A woman shouts slogans during a protest against separatism in Odessa held outside the Ukrainian Parliament in Kiev.

Pro-Russian rebels shot down two Ukrainian helicopters on Friday, killing two crew members, while Moscow accused Kiev of wrecking hopes of peace by launching a "criminal" assault to retake the separatist-held town of Slovyansk.

In the southern port of Odessa, one man was shot dead in clashes between supporters of Ukrainian unity and pro-Russian activists, police said. Protesters threw petrol bombs, paving stones and explosive devices during the disturbances.
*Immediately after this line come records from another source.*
"""Colour temperatures: what a black body's slope says of a continuum.

They describe the continuum and nothing else: the Balmer and Paschen continua of A and B stars
are steeper than any black body of their temperature, line blanketing makes cool stars look
cooler, dust reddens. They are never used for level populations.
Planck: B_lambda ~ lambda^-5/(exp(c2/(lambda T)) - 1); Wien: the same without the 1; c2 =
1.438776877e-2 m K (CODATA 2022).
"""

from __future__ import annotations

from dataclasses import dataclass

import numpy as np

SECOND_RADIATION = 1.438776877e8  # h c / k, Angstrom K
BLOCKS = 8  # of the jackknife
LEAST_POINTS = 12
COOLEST, HOTTEST = 500.0, 500_000.0  # K
TURNS, CUT = 40, 4.0


@dataclass(frozen=True)
class ColourFit:
    """temperature, error: K (error by a jackknife over stretches of wavelength)
    low, high: Angstrom used; scatter: rms of ln flux about the fit
    """

    temperature: float
    error: float
    low: float
    high: float
    scatter: float


def planck_colour(wave, flux, relative_error=None) -> ColourFit | None:
    """Black body of the continuum's shape.

    wave: vacuum Angstrom, (n,); flux: continuum per unit wavelength, any scale; relative_error:
    of each point. None where fewer than LEAST_POINTS are positive, or no temperature between
    COOLEST and HOTTEST fits (the slope is too steep, or rises to the red beyond reason).
    """
    return _fitted(wave, flux, relative_error, planck=True)


def wien_colour(wave, flux, relative_error=None) -> ColourFit | None:
    """Wien's law of the continuum's shape; arguments and None as in ``planck_colour``."""
    return _fitted(wave, flux, relative_error, planck=False)


def _fitted(wave, flux, relative_error, planck: bool) -> ColourFit | None:
    wave, flux = np.asarray(wave, dtype=float), np.asarray(flux, dtype=float)
    error = np.full(len(wave), 0.01) if relative_error is None else np.asarray(relative_error)
    good = np.isfinite(flux) & (flux > 0) & np.isfinite(error)
    if np.sum(good) < LEAST_POINTS:
        return None
    order = np.argsort(wave[good], kind="stable")
    x, y = wave[good][order], np.log(flux[good][order])
    weight = 1.0 / np.maximum(error[good][order], 0.003) ** 2
    whole, scatter = _solve(x, y, weight, planck)
    if whole is None:
        return None
    block = np.arange(len(x)) * BLOCKS // len(x)
    parts = [_solve(x[block != b], y[block != b], weight[block != b], planck)[0]
             for b in range(BLOCKS)]  # fmt: skip
    inverse = np.array([1.0 / p if p else np.nan for p in parts])
    spread = np.sqrt((BLOCKS - 1) * np.nanvar(inverse))
    return ColourFit(whole, whole**2 * float(spread), float(x[0]), float(x[-1]), scatter)


def _solve(x, y, weight, planck: bool):
    """(T or None, rms) of ln flux = a + ln law, by Gauss-Newton in 1/T, outliers let go."""
    inverse, keep = 1.0 / 7000.0, np.ones(len(x))
    for _ in range(TURNS):
        law, slope = _law(x, inverse, planck)
        root = np.sqrt(weight * keep)
        design = np.column_stack([np.ones(len(x)), slope]) * root[:, None]
        level, step = np.linalg.lstsq(design, (y - law) * root, rcond=None)[0]
        inverse = float(np.clip(inverse + step, 0.2 * inverse, 5 * inverse))
        residual = y - _law(x, inverse, planck)[0]
        residual = residual - np.sum(weight * keep * residual) / np.sum(weight * keep)
        spread = max(1.4826 * float(np.median(np.abs(residual))), 1e-4)
        keep = np.clip(1 - (residual / (CUT * spread)) ** 2, 0.0, 1.0) ** 2 + 1e-9
    temperature = 1.0 / inverse
    inside = COOLEST < temperature < HOTTEST
    return (temperature if inside else None), float(np.std(residual))


def _law(x, inverse: float, planck: bool):
    """(ln of the law without constants, its derivative by 1/T)."""
    z = np.minimum(SECOND_RADIATION / x * inverse, 600.0)
    if not planck:
        return -5 * np.log(x) - z, -SECOND_RADIATION / x
    return -5 * np.log(x) - np.log(np.expm1(z)), -SECOND_RADIATION / x / -np.expm1(-z)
Though Ukrainian forces embarked on one of their most concerted military operations yet witnessed to regain control in the country's embattled east, their advance on the ground was limited. Nevertheless, President Vladimir Putin's spokesman Dmitry Peskov accused Kiev of firing on civilians from the air in a "punitive operation" that destroyed an international peace plan.

Russia was "extremely worried" about the fate of Russians in the eastern Ukrainian town, including an envoy sent to help free German and other foreign hostages, Peskov said.

The dramatic language seemed to raise the stakes, as Moscow has tens of thousands of troops massed on the border and claims the right to invade if needed to protect Russian speakers.

Ukraine's president, Oleksander Turchynov, said Russian "armed saboteurs" had tried to cross into the country overnight, but were pushed back by Ukrainian border troops. He gave no further details.

His Western-backed government rejected Russia's interpretation of events, saying Moscow was supporting groups in eastern Ukraine who were "putting civilians in danger, seizing hostages and creating an atmosphere of terror and violence."

Journalists in Slovyansk, the most heavily fortified bastion of pro-Russian separatists in eastern Ukraine, heard shooting break out and saw one helicopter opening fire before dawn. Ten hours later, the city was largely quiet, with shops shut and armed separatists in control of the streets.

Advancing Ukrainian forces in armored vehicles took up positions closer in to the suburbs, but rebels still controlled most of the town of 130,000.

Turchynov said the operation had been complicated by the rebels' use of human shields and had not progressed as quickly as had been hoped.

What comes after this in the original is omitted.